Trigger Warning: Rape, Intimate Partner Violence
I wanted to be like in the movies. I wanted to have bruises. Each over a separate part of my body. I wanted a purple, red eye. I did not want shock, but I did want a reaction. I did want to cry. Hysterically. To people. I wanted to be like in the movies. I wanted to have known that what happened had been rape. Not love. Not a mistake. But, rape. I wanted to have known that I had been sexually assaulted. Immediately. The moment of.
But life does not operate in the same lens. It operates in the in between. In the gory. The places that you desperately seek to define, but are unable to. Life operates in the remnants. Of a human, of a body.
You clasp the hand of the person next to you. You knew that he had studied finance. Economics. But you did not know that he studied in the same school. As you. It meant that he walked the same aisle as you are set to. For graduation. You see his face in the crowd. In a blue cap and gown. You fall silent. You want to cry, but you need to appear presentable. The auditorium has been adorned by camera after camera. You do not want people to see you cry. So you clasp the hand of the person next to you. She tells you to breathe.
When the person that you trusted, that you cared for – what occurs when that person rapes you?
Life became a shade of gray that I could barely fathom. Discern.
You place love in another human. You place it out of a trust. That is what you are taught to compose a relationship. A mutual care. When the person that you trusted, that you cared for – what occurs when that person rapes you?
Rape – I have learned – operates on a spectrum from legitimate to illegitimate.
Legitimate rape is the perfect amount of sadness, desperation, and physical scars to support the claim. Like in the movies. A stranger. A big built, can-easily-overpower-you type of individual as the assailant.
Legitimate rape is the perfect amount of sadness, desperation, and physical scars to support the claim. Like in the movies.
Illegitimate rape is when that person is not a stranger. It is a person that you may love. That you may have been sexually invested in but not emotionally. Or vice versa. That is when rape becomes questioned. Scrutinized.
But, rape does not operate on the same gray that life operates on. Neither form of rape is more legitimate nor illegitimate than the other, but they are made to be. Rape, consent – neither can be a gray. They are, nonetheless, made to be.
In that, you fracture. Break. Piece by piece.
I had been sexually intimate with my assailant, before the rape. I had been sexually intimate with my assailant, after my rape.
I did not perceive that my disintegration, my dissolution had been the byproduct of sexual assault. By a person that I placed care in. Trust in. And, when that trust is broken, by a person that you had known. You deny. You do not react. You doubt. You do not shout. You soak in a heavy, burdensome silence.

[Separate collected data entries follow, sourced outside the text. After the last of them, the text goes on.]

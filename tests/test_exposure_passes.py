"""The compiled exposure passes give exactly the numbers of the numpy formulations they
replace (the formulations are the reference here; their physics is checked in
tests/test_film.py and tests/test_metering.py)."""

from __future__ import annotations

import numpy as np

from relview.imaging import exposure
from relview.imaging.exposure_passes import (
    any_channel_above,
    clipped_counts,
    expose_rows,
    metered_values,
)
from relview.light.spectrum import xyz_to_linear_srgb


def _image(seed=2, shape=(37, 53)):
    rng = np.random.default_rng(seed)
    xyz = rng.lognormal(2.0, 2.0, shape + (3,)) * rng.choice([0.0, 1.0, -1.0], shape + (3,))
    xyz[0, 0] = np.nan
    xyz[1, 1, 2] = np.inf
    return xyz


def test_any_channel_above_is_numpy_any():
    xyz = _image()
    for level in (0.0, 1.0 + 1e-9, 50.0):
        assert np.array_equal(any_channel_above(xyz, level), np.any(xyz > level, axis=-1))


def test_metered_values_are_the_gathered_pixels_in_order():
    xyz = _image()
    mask = np.any(xyz > 0, axis=-1) & (np.arange(xyz.shape[1]) % 3 != 0)
    y, peak = metered_values(xyz, mask)
    sel = xyz[mask]
    assert np.array_equal(y, sel[:, 1], equal_nan=True)
    want = xyz_to_linear_srgb(sel).max(axis=-1, initial=-np.inf)
    assert np.array_equal(peak, want, equal_nan=True)
    assert metered_values(xyz, np.zeros(mask.shape, bool))[0].shape == (0,)


def test_expose_and_clipped_fraction_match_numpy():
    xyz = np.abs(_image(seed=4))
    white = 37.5
    image = exposure.expose(xyz, white)
    assert np.array_equal(image, xyz_to_linear_srgb(xyz / white), equal_nan=True)
    assert np.array_equal(expose_rows(xyz, white), image, equal_nan=True)
    over = np.any(image > 1.0 + exposure.CLIP_TOLERANCE, axis=-1)
    mask = np.any(image > 0, axis=-1) & (np.arange(image.shape[0])[:, None] % 2 == 0)
    assert exposure.clipped_fraction(image, mask) == float(over[mask].mean())
    assert exposure.clipped_fraction(image) == float(over.mean())
    assert exposure.clipped_fraction(image, np.zeros(mask.shape, bool)) == 0.0
    assert clipped_counts(image, mask, 1.0 + exposure.CLIP_TOLERANCE) == (
        int(mask.sum()),
        int(over[mask].sum()),
    )
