"""Tests for relview.animation.farm: frames rendered on a Dask cluster equal local frames
byte for byte.

The cluster is dask.distributed's own LocalCluster: two worker processes on
127.0.0.1, reached through their scheduler's tcp:// address as a remote cluster
would be. The scene is a demo of our own invention (tests/test_animate.py).
"""

from __future__ import annotations

import hashlib
import logging
from pathlib import Path

import pytest
from test_animate import stamps, write_scene

from relview.animation import batch, farm, timing
from relview.errors import UserError
from relview.scene.model import load_scene

FRAMES = 4


@pytest.fixture(scope="module")
def local_frames(tmp_path_factory) -> tuple[Path, Path]:
    """The scene and its frames rendered in this process (this also fills numba's cache,
    so the worker processes load the compiled kernels instead of compiling them)."""
    base = tmp_path_factory.mktemp("farm")
    scene_file = write_scene(base / "brick.toml", frames=FRAMES)
    batch.animate(load_scene(scene_file), base / "local", progress=False, workers=1)
    return scene_file, base / "local"


@pytest.fixture(scope="module")
def scheduler(local_frames):
    """Address of a LocalCluster with 2 worker processes on 127.0.0.1 (1 thread each)."""
    from distributed import LocalCluster

    with LocalCluster(
        n_workers=2,
        threads_per_worker=1,
        processes=True,
        host="127.0.0.1",
        dashboard_address="127.0.0.1:0",
        silence_logs=logging.ERROR,
        env={"NUMBA_NUM_THREADS": "1"},
    ) as cluster:
        yield cluster.scheduler_address


def test_parse_cluster():
    assert farm.parse_cluster("local:2") == ("local", 2)
    assert farm.parse_cluster("tcp://10.0.0.5:8786") == ("address", "tcp://10.0.0.5:8786")
    for bad in ("local:0", "local:x", "10.0.0.5:8786", "tcp://"):
        with pytest.raises(UserError, match="--cluster"):
            farm.parse_cluster(bad)


@pytest.mark.slow  # starts a Dask cluster
def test_cluster_frames_are_byte_identical_to_local(local_frames, scheduler, tmp_path):
    scene_file, local = local_frames
    assert scheduler.startswith("tcp://127.0.0.1:")
    summary = batch.animate(
        load_scene(scene_file), tmp_path / "dask", cluster=scheduler, progress=False
    )
    assert summary.rendered == list(range(FRAMES)) and summary.backend.startswith("dask")
    for k in range(FRAMES):
        name = timing.frame_name(k)
        assert (tmp_path / "dask" / name).read_bytes() == (local / name).read_bytes(), name


@pytest.mark.slow  # starts a Dask cluster
def test_cluster_run_resumes(local_frames, scheduler, tmp_path, monkeypatch):
    scene_file, local = local_frames
    out = tmp_path / "dask"
    batch.animate(load_scene(scene_file), out, cluster=scheduler, progress=False)
    before = stamps(out)
    (out / "frame-00001.png").unlink()
    with open(out / "frame-00003.png", "ab") as fh:
        fh.write(b"edited")
    # the edited frame is replaced only when asked (the missing one needs no permission)
    summary = batch.animate(
        load_scene(scene_file), out, cluster=scheduler, progress=False, overwrite=True
    )
    assert summary.rendered == [1, 3] and summary.skipped == [0, 2]
    after = stamps(out)
    assert after["frame-00000.png"] == before["frame-00000.png"]
    assert after["frame-00002.png"] == before["frame-00002.png"]
    for k in (1, 3):
        name = timing.frame_name(k)
        assert (out / name).read_bytes() == (local / name).read_bytes()
    # nothing left to do: no task reaches the cluster
    again = batch.animate(load_scene(scene_file), out, cluster=scheduler, progress=False)
    assert again.rendered == [] and again.backend == ""


def test_cluster_and_workers_together_are_refused(local_frames, tmp_path):
    scene_file, _ = local_frames
    with pytest.raises(UserError, match="--workers"):
        batch.animate(
            load_scene(scene_file), tmp_path / "x", cluster="local:2", workers=2, progress=False
        )


def _animate_on_unreachable_scheduler(scene_file, out, monkeypatch):
    monkeypatch.setattr(farm, "CONNECT_TIMEOUT_S", 1)
    with pytest.raises(UserError, match="cannot reach"):
        batch.animate(load_scene(scene_file), out, cluster="tcp://127.0.0.1:9", progress=False)


def test_unreachable_scheduler_is_a_user_error(local_frames, tmp_path, monkeypatch):
    scene_file, _ = local_frames
    _animate_on_unreachable_scheduler(scene_file, tmp_path / "x", monkeypatch)


def test_unreachable_scheduler_leaves_no_manifest(local_frames, tmp_path, monkeypatch):
    """The cluster is reached before anything is written to the output directory."""
    scene_file, _ = local_frames
    _animate_on_unreachable_scheduler(scene_file, tmp_path / "x", monkeypatch)
    assert not (tmp_path / "x").exists()


OBJ_TETRAHEDRON = """\
v 0 0 0
v 1 0 0
v 0 1 0
v 0 0 1
f 1 3 2
f 1 2 4
f 1 4 3
f 2 3 4
"""


def test_mesh_files_travel_as_bytes(tmp_path):
    """A worker renders a mesh body from the shipped bytes, not from the client's file."""
    from relview.renderer import render

    (tmp_path / "meshes").mkdir()
    (tmp_path / "meshes" / "tetra.obj").write_text(OBJ_TETRAHEDRON)
    text = write_scene(tmp_path / "x.toml").read_text()
    text = text.replace(
        'shape = "box"\nsize  = [1.0, 0.6, 0.6]', 'shape = "mesh"\nfile  = "meshes/tetra.obj"'
    )
    scene_file = tmp_path / "tetra.toml"
    scene_file.write_text(text)
    scene = load_scene(scene_file)
    bundle = farm.bundle_scene(scene)
    assert bundle.mesh_files[0] == ("tetra.obj", OBJ_TETRAHEDRON.encode())
    expected = render(scene, time=4.0e-9).image
    (tmp_path / "meshes" / "tetra.obj").unlink()  # the worker cannot see the client's disk
    unpacked = farm._unpack_on_worker(bundle)
    assert unpacked.bodies[0].file != scene.bodies[0].file
    assert (
        hashlib.sha256(Path(unpacked.bodies[0].file).read_bytes()).hexdigest()
        == hashlib.sha256(OBJ_TETRAHEDRON.encode()).hexdigest()
    )
    assert (render(unpacked, time=4.0e-9).image == expected).all()
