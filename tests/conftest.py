"""Helpers shared by several test modules: small scene builders and reference colorimetry.

pytest puts this directory on sys.path, so test modules import them with
``from conftest import ...``.
"""

from __future__ import annotations

import math
from functools import cache
from pathlib import Path

import numpy as np
import pytest

from relview.kinematics.uniform import UniformMotion
from relview.light.materials import Blackbody
from relview.scene.model import Scene
from relview.scene.parts import Body, Camera, RenderSettings

REPO = Path(__file__).resolve().parents[1]


# ------------------------------------------------------------------------- scene builders


def moving_body(
    name: str,
    shape: str,
    beta=(0.0, 0.0, 0.0),
    position=(0.0, 0.0, 0.0),
    *,
    temperature: float = 5000.0,
    time: float = 0.0,
    rotation=(0.0, 0.0, 0.0),
    size=None,
    **shape_keys,
) -> Body:
    """A blackbody-surfaced body in uniform motion (``size`` for boxes; ``radius`` etc.)."""
    return Body(
        name=name,
        shape=shape,
        surface=Blackbody(temperature),
        size=None if size is None else np.array(size, float),
        motion=UniformMotion(
            beta=np.array(beta, float), position=np.array(position, float), time=time
        ),
        rotation=np.array(rotation, float),
        **shape_keys,
    )


def camera_scene(
    bodies,
    position=(0.0, -3.0, 0.0),
    look_at=(0.0, 0.0, 0.0),
    *,
    fov=70.0,
    beta=(0.0, 0.0, 0.0),
    time: float = 0.0,
    resolution=(96, 54),
    effects=None,
    **camera_keys,
) -> Scene:
    """A Scene of ``bodies`` seen by a camera at ``position`` looking at ``look_at``."""
    cam = Camera(
        position=np.array(position, float),
        look_at=np.array(look_at, float),
        fov=fov,
        beta=np.array(beta, float),
        time=time,
        **camera_keys,
    )
    render = RenderSettings(resolution=resolution)
    if effects is not None:
        render = RenderSettings(resolution=resolution, effects=effects)
    return Scene(camera=cam, bodies=bodies, render=render)


#: a small resting blackbody ball, for scene dicts that need a body but do not look at it
DICT_BALL = {
    "name": "star",
    "shape": "sphere",
    "radius": 0.5,
    "detail": 3,
    "motion": {"position": [0.0, 40.0, 0.0]},
    "surface": {"blackbody": 5000.0},
}


def dict_scene(camera: dict, bodies=None, render=None, background=None) -> Scene:
    """A Scene read from a scene dict (the scene-file tables as Python data)."""
    data = {"camera": camera, "body": bodies or [DICT_BALL]}
    if render:
        data["render"] = render
    if background:
        data["background"] = background
    return Scene.from_dict(data)


def write_text(directory: Path, text: str, name: str = "scene.toml") -> Path:
    """Write ``text`` to directory/name (parents created) and return the path."""
    path = directory / name
    path.parent.mkdir(parents=True, exist_ok=True)
    path.write_text(text, encoding="utf-8")
    return path


# ------------------------------------------------------------------- reference colorimetry


@cache
def assert_scene_errors(path: Path, base: str, cases) -> None:
    """Each (text, key) of ``cases``: the scene file ``path`` holding ``base`` + text is
    refused with a SceneError that names the file and ``key``."""
    from relview.errors import SceneError
    from relview.scene.model import load_scene

    for bad, key in cases:
        path.write_text(base + bad)
        with pytest.raises(SceneError, match=key) as info:
            load_scene(path)
        assert path.name in str(info.value)


def _colour():
    import colour  # imported on first use: slow to import, and most test modules need none

    return colour


def cie_1931_cmfs():
    """CIE 1931 2 degree standard observer colour-matching functions (colour-science)."""
    return _colour().MSDS_CMFS["CIE 1931 2 Degree Standard Observer"]


def xyz_colour_science_blackbody(t: float):
    """Absolute XYZ of a blackbody at t K computed by colour-science alone.

    colour.sd_blackbody gives W/(sr m^2 nm) (here with the exact SI radiation constants
    c1 = 2 pi h c^2, c2 = h c / k instead of its CIE 15 rounded defaults); sd_to_XYZ with
    method 'Integration', an illuminant of ones and k = 683 lm/W gives
    K_m * sum(L ybar) dlambda, the CIE 15 definition of absolute XYZ.
    """
    import scipy.constants as sc

    colour = _colour()
    shape = colour.SpectralShape(360, 830, 1)
    c1 = 2 * math.pi * sc.h * sc.c**2  # first radiation constant, W m^2 (SI exact h, c)
    c2 = sc.h * sc.c / sc.k  # second radiation constant, m K
    sd = colour.sd_blackbody(t, shape, c1=c1, c2=c2)
    # sd_to_XYZ returns its "Range100" scale: the plain k * sum(...) divided by 100.
    return 100.0 * colour.sd_to_XYZ(
        sd, cie_1931_cmfs(), colour.sd_ones(shape), k=683.0, method="Integration"
    )


def chromaticity(xyz) -> np.ndarray:
    """CIE 1931 (x, y) of (..., 3) XYZ: x = X/(X+Y+Z), y = Y/(X+Y+Z) (CIE 15:2004)."""
    xyz = np.asarray(xyz, float)
    return xyz[..., :2] / xyz.sum(axis=-1, keepdims=True)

Rape, consent – neither can be a gray. They are, nonetheless, made to be.
I sought to deny what my mind carried. As I slept – I dreamt of that night. I felt the physical weight of his arms holding my body down to the twin sized bed of my junior year dorm. In each nightmare, the blood, the inability to move. Blindly witnessing what my body was enduring, in a heavy, burdensome silence. Each part of my being pointed, attempted to guide my conscious mind to an acceptance that it could not grasp. To see it as what it had been. Sexual assault.